**Problem to work on**
From the entries below, give the number of lines where the word "findall" occurs, and nothing else.

[Opening Information given section]

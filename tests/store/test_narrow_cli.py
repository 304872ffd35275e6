"""The command line as a user at an 80-column terminal and a cron job see it: tables that
fit with serials and dates whole, stderr lines never broken when it is not a terminal,
--version, arguments refused before the fleet is read, and TERM=dumb."""

from __future__ import annotations

import json
import os
import re
import subprocess
import sys
import tomllib
from pathlib import Path

import pytest

from logbook.cli import main
from tests.store.test_cli import TODAY, demo, demo_master  # noqa: F401  (the demo fleet fixtures)

ROOT = Path(__file__).resolve().parents[2]
DATE = re.compile(r"\d{4}-\d{2}-\d{2}")


def _run(capsys, monkeypatch, db, *args, columns=80):
    monkeypatch.setenv("COLUMNS", str(columns))
    code = main(["--db", str(db), "--today", TODAY, *args])
    out = capsys.readouterr()
    return code, out.out, out.err


def _fits(out: str, width: int = 80) -> None:
    long = [line for line in out.splitlines() if len(line.rstrip()) > width]
    assert not long, long[:3]


def test_pumps_at_80_columns_shows_every_serial_and_p10_date_whole(demo, capsys, monkeypatch):
    code, out, _ = _run(capsys, monkeypatch, demo, "pumps")
    assert code == 0
    _fits(out)
    code, doc, _ = _run(capsys, monkeypatch, demo, "pumps", "--format", "json")
    pumps = json.loads(doc)["pumps"]
    lines = out.splitlines()
    body = [line for line in lines[1:] if re.match(r"[A-Z]-\d+ ", line)]
    assert [line.split()[0] for line in body] == [p["serial"] for p in pumps]  # every serial whole, in order
    for line, p in zip(body, pumps):
        worst = next(k for k in p["readings"] if k["kind"] == p["nearest_limit"]) if p["nearest_limit"] else None
        p10 = worst["p10_date"] if worst else None
        assert (p10 in DATE.findall(line)) if p10 else "-" in line.split()
    assert "left out at 80 columns" in out  # what a narrow terminal does not show is said


def test_pumps_wide_terminal_keeps_every_column(demo, capsys, monkeypatch):
    _, out, _ = _run(capsys, monkeypatch, demo, "pumps", columns=200)
    header = out.splitlines()[0]
    for col in ("serial", "machine/pos", "model", "h since overhaul", "nearest limit", "P10", "P50", "status", "next reading"):
        assert col in header
    assert "left out" not in out


def test_rows_is_a_count_of_pumps(demo, capsys, monkeypatch):
    code, out, _ = _run(capsys, monkeypatch, demo, "pumps", "--rows", "3", "--format", "csv")
    assert code == 0 and len(out.strip().splitlines()) == 1 + 3
    code, _, err = _run(capsys, monkeypatch, demo, "pumps", "--rows", "-1")
    assert code == 2 and "--rows = -1" in err


@pytest.mark.parametrize("serial", ["C-28412", "D-15264"])
def test_show_at_80_columns_keeps_dates_whole(demo, capsys, monkeypatch, serial):
    code, out, _ = _run(capsys, monkeypatch, demo, "show", serial, "--all-readings")
    assert code == 0
    _fits(out)
    _, doc, _ = _run(capsys, monkeypatch, demo, "show", serial, "--all-readings", "--format", "json")
    taken = [r["taken_on"] for r in json.loads(doc)["readings"]]
    shown = [d for line in out.splitlines() if re.match(r"^\s*\d+( corrected| removed)?\s+\d{4}-", line)
             for d in DATE.findall(line)[:1]]
    assert shown == taken
    assert "drain L/min" in out and "servo bar" in out  # the unit once, in the header


def test_history_round_costs_and_models_fit_80_columns(demo, capsys, monkeypatch):
    for args in (("history", "C-28412"), ("round", "--all"), ("costs",), ("check",), ("model",), ("model", "--units", "us")):
        code, out, _ = _run(capsys, monkeypatch, demo, *args)
        assert code == 0, args
        _fits(out)
    _, out, _ = _run(capsys, monkeypatch, demo, "history", "C-28412")
    assert "when (UTC)" in out.splitlines()[1]  # the header row under the title, not after it on one line
    assert all(re.match(r"\d{4}-\d{2}-\d{2} \d{2}:\d{2}", line) for line in out.splitlines()[2:] if line[:1].isdigit())
    _, out, _ = _run(capsys, monkeypatch, demo, "model")
    header = out.splitlines()[0]
    assert "drain limit L/min" in header and "servo limit bar" in header  # units once, in the header
    assert re.search(r"TQ-90 .*> \d+\.\d\d .*< \d+\.\d\d", out)


def test_stderr_is_not_wrapped_when_it_is_not_a_terminal(demo):
    env = {**os.environ, "COLUMNS": "80"}
    run = subprocess.run([sys.executable, "-m", "logbook", "--db", str(demo), "--today", TODAY, "round", "--format", "md"],
                         capture_output=True, text=True, env=env)
    assert run.returncode == 2
    lines = [line for line in run.stderr.splitlines() if line.strip()]
    # one message, one line (a cron log line stays whole), however long
    assert len(lines) == 1 and len(lines[0]) > 80 and lines[0].endswith("lists the sites)")


def test_version_is_the_distribution_version(capsys):
    project = tomllib.loads((ROOT / "pyproject.toml").read_text())["project"]
    with pytest.raises(SystemExit) as stop:
        main(["--version"])
    assert stop.value.code == 0
    assert capsys.readouterr().out.strip() == f"logbook {project['version']}"


def test_round_sheet_without_site_is_refused_before_the_fleet_is_read(demo, capsys, monkeypatch):
    from logbook.store import Store

    def no(*_a, **_k):
        raise AssertionError("the fleet was read before the arguments were checked")

    monkeypatch.setattr(Store, "fleet", no)
    code, _, err = _run(capsys, monkeypatch, demo, "round", "--format", "csv")
    assert code == 2 and "--site is required with --format csv" in err
    code, _, err = _run(capsys, monkeypatch, demo, "round", "--within", "-3")
    assert code == 2 and "--within = -3" in err


def test_dumb_terminal_gets_the_fleet_list_not_a_view_that_cannot_paint(demo, capsys, monkeypatch):
    import logbook.tui.app as app_module
    from logbook.tui import launch

    monkeypatch.setenv("TERM", "dumb")
    monkeypatch.setattr(launch.os, "isatty", lambda fd: True)

    def no_app(*_a, **_k):
        raise AssertionError("the full-screen view was started on TERM=dumb")

    monkeypatch.setattr(app_module, "make_app", no_app)
    code, out, err = _run(capsys, monkeypatch, demo)
    assert code == 0
    assert "TERM='dumb'" in err and "logbook pumps" in err
    assert "pumps on 2026-12-01" in out and "serial" in out
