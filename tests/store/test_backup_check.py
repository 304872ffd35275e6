"""Online backups while others write, and `logbook check`'s findings."""

from __future__ import annotations

import multiprocessing
import os
import sqlite3
import stat
from datetime import date, timedelta

import pytest

from logbook.cli import main
from logbook.model import Reading
from logbook.store import Store, StoreError

from .conftest import TODAY

BATCH = 10


def _writer(path: str, batches: int, pipe) -> None:
    """Commit ``batches`` transactions of BATCH readings each (one audit row per reading)."""
    with Store(path, create=False, user="writer") as s:
        pipe.send("started")
        for b in range(batches):
            rows = [
                Reading(id=None, serial="S-200", taken_on=date(2025, 6, 1) + timedelta(days=b * BATCH + k),
                        machine_hours=5600.0 + 10 * (b * BATCH + k), servo_pressure_bar=25.0)
                for k in range(BATCH)
            ]
            report = s.add_readings(rows, today=TODAY)
            assert report.added == BATCH, report.problems
    pipe.send("done")


def _writer_holding_a_transaction(path: str, pipe) -> None:
    """Insert rows inside one transaction and keep it open until told to commit."""
    with Store(path, create=False, user="slow") as s:
        with s.transaction():
            s.conn.executemany(
                "INSERT INTO machines (unit, site) VALUES (?, 'Slow Yard')", [(f"SLOW-{i}",) for i in range(50)]
            )
            pipe.send("inside")
            pipe.recv()
    pipe.send("committed")


def _consistent(path) -> tuple[int, int]:
    """A backup opens as a logbook, passes every check, and sits on a commit boundary."""
    with Store(path, create=False) as b:
        assert b.conn.execute("PRAGMA integrity_check").fetchone()[0] == "ok"
        assert b.check() == []
        readings = b.counts()["readings"]
        audited = b.conn.execute(
            "SELECT count(*) FROM audit WHERE table_name = 'readings' AND action = 'insert'"
        ).fetchone()[0]
        return readings, audited


def test_backups_taken_while_a_writer_is_busy_are_consistent(store, tmp_path):
    base = store.counts()["readings"]  # three imported readings, audited by one import row
    ctx = multiprocessing.get_context("fork")
    ours, theirs = ctx.Pipe()
    child = ctx.Process(target=_writer, args=(store.path, 40, theirs))
    child.start()
    assert ours.recv() == "started"
    seen = []
    for i in range(8):
        result = store.backup(tmp_path / f"b{i}.db")
        assert result.integrity == "ok"
        readings, audited = _consistent(result.path)
        # Each commit adds BATCH readings and BATCH audit rows: a snapshot between commits.
        assert readings - base == audited and audited % BATCH == 0
        seen.append(audited)
    child.join(timeout=120)
    assert child.exitcode == 0 and ours.recv() == "done"
    final = store.backup(tmp_path / "final.db")
    assert _consistent(final.path) == (base + 40 * BATCH, 40 * BATCH)
    print(f"readings added by the writer, as seen by the backups: {seen}")


def test_a_backup_leaves_out_a_transaction_still_open(store, tmp_path):
    ctx = multiprocessing.get_context("fork")
    ours, theirs = ctx.Pipe()
    child = ctx.Process(target=_writer_holding_a_transaction, args=(store.path, theirs))
    child.start()
    assert ours.recv() == "inside"
    during = store.backup(tmp_path / "during.db")
    ours.send("commit")
    assert ours.recv() == "committed"
    child.join(timeout=60)
    after = store.backup(tmp_path / "after.db")
    assert during.counts["machines"] == 2 and after.counts["machines"] == 52


def test_backup_refuses_to_overwrite_and_is_private(store, tmp_path):
    dest = tmp_path / "copy.db"
    store.backup(dest)
    assert stat.S_IMODE(os.stat(dest).st_mode) == 0o660
    with pytest.raises(StoreError, match="already exists; give --force"):
        store.backup(dest)
    with pytest.raises(StoreError, match="is a directory"):
        store.backup(tmp_path)
    with pytest.raises(StoreError, match="is the database itself"):
        store.backup(store.path, force=True)
    assert store.backup(dest, force=True).counts["readings"] == 3
    assert sorted(p.name for p in tmp_path.iterdir() if "copy" in p.name) == ["copy.db"]  # no partial files left
    # The copy is one self-contained file (no -wal beside it needed).
    conn = sqlite3.connect(dest)
    assert conn.execute("PRAGMA journal_mode").fetchone()[0] == "delete"
    conn.close()


def test_cli_backup_and_check(store, tmp_path, capsys):
    base = ["--db", store.path, "--today", TODAY.isoformat()]
    assert main([*base, "backup", str(tmp_path / "b.db")]) == 0
    assert main([*base, "backup", str(tmp_path / "b.db")]) == 1
    assert "already exists" in capsys.readouterr().err
    assert main([*base, "check"]) == 0
    assert "no problems found" in capsys.readouterr().out


def _break(store, *statements) -> None:
    conn = sqlite3.connect(store.path, isolation_level=None)
    for sql in statements:
        conn.execute(sql)
    conn.close()


def test_check_finds_what_is_wrong_and_says_where(store, capsys):
    s100 = [r.id for r in store.readings("S-100")]
    _break(
        store,
        # The second reading of S-100 shows fewer hours than the first, on M-1.
        f"UPDATE readings SET machine_hours = 1050 WHERE id = {s100[1]}",
        # S-300 was never fitted, but has a reading.
        "INSERT INTO readings (serial, taken_on, machine, machine_hours, servo_pressure_bar, entered_by, entered_at) "
        "VALUES ('S-300', '2025-04-01', 'M-1', 1200, 25, 'x', '2025-04-01')",
        "INSERT INTO models (code, displacement_cc, rated_pressure_bar, max_speed_rpm, ref_temp_c, ref_pressure_bar, "
        "oil_grade, oil_vi, test_speed_rpm, test_temp_min_c, test_temp_max_c) VALUES ('BARE', 10, 100, 1000, 50, 100, 46, 100, 1000, 40, 60)",
        "INSERT INTO pumps (serial, model) VALUES ('S-400', 'NOPE')",  # foreign keys are off in this connection
    )
    findings = store.check()
    by_check = {}
    for f in findings:
        by_check.setdefault(f.check, []).append(f.message)
    assert set(by_check) == {"foreign keys", "hour meter", "fitment", "limits"}, findings
    assert any("M-1: 1050 h on 2025-05-01" in m for m in by_check["hour meter"])
    assert any("S-300" in m and "outside every fitment" in m for m in by_check["fitment"])
    assert by_check["limits"] == [m for m in by_check["limits"] if "BARE" in m] and len(by_check["limits"]) == 1
    assert any("pumps row" in m for m in by_check["foreign keys"])
    assert main(["--db", store.path, "check"]) == 1
    err = " ".join(capsys.readouterr().err.split())  # rich wraps at the terminal width
    assert "4 problem(s) found" in err and "hour meter" in err and "Traceback" not in err


def test_pumps_without_fitment_or_readings_are_fine(store):
    # S-300 is on the shelf with no readings: not a finding.
    assert store.check() == []


def test_check_reports_a_damaged_file(tmp_path, store):
    path = tmp_path / "damaged.db"
    store.backup(path)
    size = path.stat().st_size
    with open(path, "r+b") as f:  # scribble over the middle pages, keep the header
        f.seek(size // 2)
        f.write(os.urandom(8192))
    try:
        with Store(path, create=False) as damaged:
            findings = damaged.check()
        assert findings and findings[0].check == "integrity"
    except StoreError as exc:  # or refused on opening, with a message
        assert "damaged" in str(exc) and "backup" in str(exc)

[Closing Information given section]

**Answer to this exercise**
2